» Work to be completed
Among the lines below, some may contain the string "randomUUID". Say how many do, and give nothing besides the number.

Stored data
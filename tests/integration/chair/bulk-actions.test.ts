// The chair's bulk actions: accept, decline with a reason, mark paid offline. Each writes the
// entries and one audit row per entry in one transaction; juried shows mail only on release.
import { randomUUID } from "node:crypto";
import { and, asc, eq, inArray } from "drizzle-orm";
import { beforeAll, describe, expect, it } from "vitest";
import { db } from "@/db/client";
import { entryDetailForChair, juryRound } from "@/db/queries/chair-entries";
import { getViewer } from "@/lib/session";
import { auditLog, entries, showSettings, user } from "@/db/schema";
import { env } from "@/lib/env";
import {
  acceptEntriesAction,
  declineEntriesAction,
  markPaidOfflineAction,
  releaseDecisionsAction,
} from "@/app/(chair)/shows/[slug]/manage/entries/actions";
import { grantRole, makeEntry, makeShow, makeUser, unique, type TestUser } from "../../helpers/factories";
import { listMail, waitForMail } from "../../helpers/mailbox";
import { actAs } from "../../helpers/request-context";

type Result = { ok: boolean; status?: number; message?: string; fieldErrors?: Record<string, string[]> };

let chair: TestUser;
let judge: TestUser;

async function entrant(name: string) {
  const id = randomUUID();
  const email = `${unique("entrant")}@example.test`;
  await db.insert(user).values({ id, name, email, emailVerified: true });
  return { id, email, name };
}

async function showWithChair(juried: boolean) {
  const show = await makeShow();
  await grantRole(chair.id, show.id, "chair");
  await grantRole(judge.id, show.id, "judge");
  await db.insert(showSettings).values({ showId: show.id, juried });
  return show;
}

const rowsOf = (ids: string[]) =>
  db
    .select({ id: entries.id, status: entries.status, decisionReason: entries.decisionReason, decisionReleasedAt: entries.decisionReleasedAt, paidAt: entries.paidAt, paymentReference: entries.paymentReference })
    .from(entries)
    .where(inArray(entries.id, ids))
    .orderBy(asc(entries.entryNumber));

const auditOf = (ids: string[], action?: string) =>
  db
    .select({ subjectId: auditLog.subjectId, action: auditLog.action, actor: auditLog.actorUserId, before: auditLog.before, after: auditLog.after })
    .from(auditLog)
    .where(and(eq(auditLog.subjectType, "entry"), inArray(auditLog.subjectId, ids), action ? eq(auditLog.action, action) : undefined));

const mailsTo = async (email: string) => (await listMail(env.MAIL_WEB_URL)).filter((m) => m.to.includes(email.toLowerCase()));

beforeAll(async () => {
  [chair, judge] = await Promise.all([makeUser({ name: "Chair" }), makeUser({ name: "Judge" })]);
});

describe("bulk actions at a show that is not juried", () => {
  it("accepts the chosen entries, audits each one and mails the entrant", async () => {
    const show = await showWithChair(false);
    const pat = await entrant("Pat Invented");
    const a = await makeEntry(show.id, pat.id, { status: "paid", title: "Cedar Steps" });
    const b = await makeEntry(show.id, pat.id, { status: "submitted", title: "Salt Marsh" });
    const untouched = await makeEntry(show.id, pat.id, { status: "paid" });
    actAs(chair.cookie);
    const r = (await acceptEntriesAction({ showSlug: show.slug, entryIds: [a.id, b.id] })) as Result;
    expect(r).toMatchObject({ ok: true, message: "2 entries accepted. The entrants have been e-mailed." });

    const rows = await rowsOf([a.id, b.id, untouched.id]);
    expect(rows.map((x) => x.status)).toEqual(["accepted", "accepted", "paid"]);
    expect(rows[0]!.decisionReleasedAt).toBeInstanceOf(Date);
    const audit = await auditOf([a.id, b.id, untouched.id]);
    expect(audit).toHaveLength(2);
    expect(audit.find((x) => x.subjectId === a.id)).toMatchObject({ action: "entry.accepted", actor: chair.id, before: { status: "paid" }, after: { status: "accepted" } });
    expect(audit.find((x) => x.subjectId === b.id)).toMatchObject({ before: { status: "submitted" }, after: { status: "accepted" } });

    const viewer = (await getViewer(new Headers({ cookie: chair.cookie })))!;
    const detail = await entryDetailForChair(viewer, show.slug, a.id);
    expect(detail.history.map((h) => [h.action, h.actorName, h.before?.status, h.after?.status])).toEqual([["entry.accepted", "Chair", "paid", "accepted"]]);

    const mail = await waitForMail(env.MAIL_WEB_URL, { to: pat.email, subjectIncludes: "Decision on your entries" });
    expect(mail.text).toContain("Cedar Steps");
    expect(mail.text).toContain("Salt Marsh");
    expect(await mailsTo(pat.email)).toHaveLength(1);
  });

  it("declines with the reason kept on the entry and in the audit row", async () => {
    const show = await showWithChair(false);
    const sam = await entrant("Sam Invented");
    const e = await makeEntry(show.id, sam.id, { status: "paid", title: "Rust Belt" });
    actAs(chair.cookie);
    const r = (await declineEntriesAction({ showSlug: show.slug, entryIds: [e.id], reason: "  Larger than the 90 in limit  " })) as Result;
    expect(r.ok).toBe(true);
    const [row] = await rowsOf([e.id]);
    expect(row).toMatchObject({ status: "declined", decisionReason: "Larger than the 90 in limit" });
    const [audit] = await auditOf([e.id]);
    expect(audit).toMatchObject({ action: "entry.declined", before: { status: "paid", decisionReason: "" }, after: { status: "declined", decisionReason: "Larger than the 90 in limit" } });
    const mail = await waitForMail(env.MAIL_WEB_URL, { to: sam.email, subjectIncludes: "Decision on your entry" });
    expect(mail.text).toContain("Larger than the 90 in limit");
  });

  it("refuses a decline without a reason, naming the field, and changes nothing", async () => {
    const show = await showWithChair(false);
    const kim = await entrant("Kim Invented");
    const e = await makeEntry(show.id, kim.id, { status: "paid" });
    actAs(chair.cookie);
    for (const reason of [undefined, "", "   "]) {
      const r = (await declineEntriesAction({ showSlug: show.slug, entryIds: [e.id], reason })) as Result;
      expect(r.ok).toBe(false);
      expect(r.status).toBe(400);
      expect(Object.keys(r.fieldErrors ?? {})).toEqual(["reason"]);
    }
    expect((await rowsOf([e.id]))[0]!.status).toBe("paid");
    expect(await auditOf([e.id])).toEqual([]);
    expect(await mailsTo(kim.email)).toEqual([]);
  });

  it("marks entries paid offline with the reference; a missing reference changes nothing", async () => {
    const show = await showWithChair(false);
    const lee = await entrant("Lee Invented");
    const a = await makeEntry(show.id, lee.id, { status: "submitted" });
    const b = await makeEntry(show.id, lee.id, { status: "accepted" });
    actAs(chair.cookie);
    const missing = (await markPaidOfflineAction({ showSlug: show.slug, entryIds: [a.id, b.id], reference: " " })) as Result;
    expect(missing).toMatchObject({ ok: false, status: 400 });
    expect(Object.keys(missing.fieldErrors ?? {})).toEqual(["reference"]);
    expect((await rowsOf([a.id, b.id])).map((x) => x.paidAt)).toEqual([null, null]);

    const r = (await markPaidOfflineAction({ showSlug: show.slug, entryIds: [a.id, b.id], reference: "cheque 1042" })) as Result;
    expect(r).toMatchObject({ ok: true, message: "2 entries marked paid (cheque 1042)." });
    const rows = await rowsOf([a.id, b.id]);
    // A submitted entry becomes paid; an accepted one stays accepted, now with its fee recorded.
    expect(rows.map((x) => x.status)).toEqual(["paid", "accepted"]);
    expect(rows.map((x) => x.paymentReference)).toEqual(["cheque 1042", "cheque 1042"]);
    expect(rows.every((x) => x.paidAt instanceof Date)).toBe(true);
    const audit = await auditOf([a.id, b.id], "entry.paid_offline");
    expect(audit).toHaveLength(2);
    expect(audit.find((x) => x.subjectId === a.id)).toMatchObject({ before: { status: "submitted", paidAt: null }, after: { status: "paid", paymentReference: "cheque 1042" } });

    const again = (await markPaidOfflineAction({ showSlug: show.slug, entryIds: [a.id], reference: "cash" })) as Result;
    expect(again).toMatchObject({ ok: false, status: 409 });
    expect((await rowsOf([a.id]))[0]!.paymentReference).toBe("cheque 1042");
  });

  it("changes nothing when one chosen entry is from another show or past the decision", async () => {
    const show = await showWithChair(false);
    const other = await makeShow();
    const ana = await entrant("Ana Invented");
    const ok = await makeEntry(show.id, ana.id, { status: "paid" });
    const elsewhere = await makeEntry(other.id, ana.id, { status: "paid" });
    const hung = await makeEntry(show.id, ana.id, { status: "hung" });
    actAs(chair.cookie);
    expect(await acceptEntriesAction({ showSlug: show.slug, entryIds: [ok.id, elsewhere.id] })).toMatchObject({ ok: false, status: 404 });
    expect(await acceptEntriesAction({ showSlug: show.slug, entryIds: [ok.id, hung.id] })).toMatchObject({ ok: false, status: 409 });
    expect((await rowsOf([ok.id, elsewhere.id, hung.id])).map((x) => x.status).sort()).toEqual(["hung", "paid", "paid"]);
    expect(await auditOf([ok.id, elsewhere.id, hung.id])).toEqual([]);
  });

  it("refuses a judge and the chair of another show", async () => {
    const show = await showWithChair(false);
    const ana = await entrant("Ana Invented");
    const e = await makeEntry(show.id, ana.id, { status: "paid" });
    actAs(judge.cookie);
    expect(await acceptEntriesAction({ showSlug: show.slug, entryIds: [e.id] })).toMatchObject({ ok: false, status: 403 });
    const otherChair = await makeUser();
    await grantRole(otherChair.id, (await makeShow()).id, "chair");
    actAs(otherChair.cookie);
    expect(await markPaidOfflineAction({ showSlug: show.slug, entryIds: [e.id], reference: "cash" })).toMatchObject({ ok: false, status: 403 });
    expect((await rowsOf([e.id]))[0]!.status).toBe("paid");
  });
});

describe("a decision that changes nothing", () => {
  it("20 accepts of one entry at once: one change, one audit row, exactly one mail", async () => {
    const show = await showWithChair(false);
    const ivy = await entrant("Ivy Invented");
    const e = await makeEntry(show.id, ivy.id, { status: "paid", title: "Twenty Clicks" });
    actAs(chair.cookie);
    const results = (await Promise.all(Array.from({ length: 20 }, () => acceptEntriesAction({ showSlug: show.slug, entryIds: [e.id] })))) as Result[];
    expect(results.every((r) => r.ok)).toBe(true);
    expect(results.filter((r) => r.message === "1 entry accepted. The entrants have been e-mailed.")).toHaveLength(1);
    expect(results.filter((r) => r.message === "1 entry was already accepted; nothing changed for it.")).toHaveLength(19);
    expect(await auditOf([e.id], "entry.accepted")).toHaveLength(1);

    await waitForMail(env.MAIL_WEB_URL, { to: ivy.email, subjectIncludes: "Decision on your entry" });
    await new Promise((r) => setTimeout(r, 500)); // a late duplicate would have arrived by now
    expect(await mailsTo(ivy.email)).toHaveLength(1);
  });

  it("accepting an accepted entry keeps its release time; only the entries that change are mailed", async () => {
    const show = await showWithChair(false);
    const rue = await entrant("Rue Invented");
    const released = new Date("2026-04-01T12:00:00Z");
    const done = await makeEntry(show.id, rue.id, { status: "accepted", decisionReleasedAt: released, title: "Already In" });
    const fresh = await makeEntry(show.id, rue.id, { status: "paid", title: "Newly In" });
    actAs(chair.cookie);
    const r = (await acceptEntriesAction({ showSlug: show.slug, entryIds: [done.id, fresh.id] })) as Result;
    expect(r).toMatchObject({ ok: true, message: "1 entry accepted. 1 entry was already accepted; nothing changed for it. The entrants have been e-mailed." });
    expect((await rowsOf([done.id]))[0]!.decisionReleasedAt).toEqual(released);
    expect(await auditOf([done.id])).toEqual([]);
    const mail = await waitForMail(env.MAIL_WEB_URL, { to: rue.email, subjectIncludes: "Decision on your entry" });
    expect(mail.text).toContain("Newly In");
    expect(mail.text).not.toContain("Already In");
  });
});

describe("a juried show", () => {
  it("records decisions without mail, then releases them in one mail per entrant", async () => {
    const show = await showWithChair(true);
    const [jo, max, nell] = await Promise.all([entrant("Jo Invented"), entrant("Max Invented"), entrant("Nell Invented")]);
    const jo1 = await makeEntry(show.id, jo.id, { status: "paid", title: "North Window" });
    const jo2 = await makeEntry(show.id, jo.id, { status: "paid", title: "South Window" });
    const max1 = await makeEntry(show.id, max.id, { status: "paid", title: "Kettle Pond" });
    const nell1 = await makeEntry(show.id, nell.id, { status: "paid", title: "Undecided" });
    actAs(chair.cookie);
    expect(await acceptEntriesAction({ showSlug: show.slug, entryIds: [jo1.id, max1.id] })).toMatchObject({
      ok: true,
      message: "2 entries accepted. Entrants hear when you release decisions.",
    });
    expect((await declineEntriesAction({ showSlug: show.slug, entryIds: [jo2.id], reason: "Binding not finished" })).ok).toBe(true);
    const decided = await rowsOf([jo1.id, jo2.id, max1.id]);
    expect(decided.map((x) => [x.status, x.decisionReleasedAt])).toEqual([
      ["accepted", null],
      ["declined", null],
      ["accepted", null],
    ]);
    await new Promise((r) => setTimeout(r, 500));
    expect(await mailsTo(jo.email)).toEqual([]);
    expect(await mailsTo(max.email)).toEqual([]);

    // The round is blind: nothing in it names the entrant, maker, quilter or guild.
    const viewer = (await getViewer(new Headers({ cookie: chair.cookie })))!;
    const round = await juryRound(viewer, show.slug);
    expect(round.progress).toEqual({ total: 4, decided: 3, unreleased: 3 });
    const text = JSON.stringify(round.entries);
    for (const who of [jo, max, nell]) {
      expect(text).not.toContain(who.name);
      expect(text).not.toContain(who.email);
    }
    expect(text).not.toContain("Test Maker");
    expect(Object.keys(round.entries[0]!).sort()).toEqual(
      ["decisionReason", "decisionReleasedAt", "division", "entryNumber", "id", "judged", "lengthUm", "photos", "quiltingMethod", "status", "techniques", "title", "widthUm"].sort(),
    );

    const r = (await releaseDecisionsAction({ showSlug: show.slug })) as Result;
    expect(r).toMatchObject({ ok: true, message: "3 decisions released. The entrants have been e-mailed." });
    const released = await rowsOf([jo1.id, jo2.id, max1.id, nell1.id]);
    expect(released.slice(0, 3).every((x) => x.decisionReleasedAt instanceof Date)).toBe(true);
    expect(released[3]).toMatchObject({ status: "paid", decisionReleasedAt: null });
    const audit = await auditOf([jo1.id, jo2.id, max1.id, nell1.id], "entry.decision_released");
    expect(audit.map((x) => x.subjectId).sort()).toEqual([jo1.id, jo2.id, max1.id].sort());

    const joMail = await waitForMail(env.MAIL_WEB_URL, { to: jo.email, subjectIncludes: "Decision on your entries" });
    expect(joMail.text).toContain("North Window");
    expect(joMail.text).toContain("Binding not finished");
    await waitForMail(env.MAIL_WEB_URL, { to: max.email, subjectIncludes: "Decision on your entry" });
    expect(await mailsTo(jo.email)).toHaveLength(1);
    expect(await mailsTo(max.email)).toHaveLength(1);
    expect(await mailsTo(nell.email)).toEqual([]);

    // Releasing again finds nothing new and sends nothing.
    expect(await releaseDecisionsAction({ showSlug: show.slug })).toMatchObject({ ok: true, message: "There are no new decisions to release." });
    expect(await mailsTo(jo.email)).toHaveLength(1);
  });

  it("refuses to release at a show that is not juried", async () => {
    const show = await showWithChair(false);
    actAs(chair.cookie);
    expect(await releaseDecisionsAction({ showSlug: show.slug })).toMatchObject({ ok: false, status: 409 });
  });
});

» Response to this exercise
2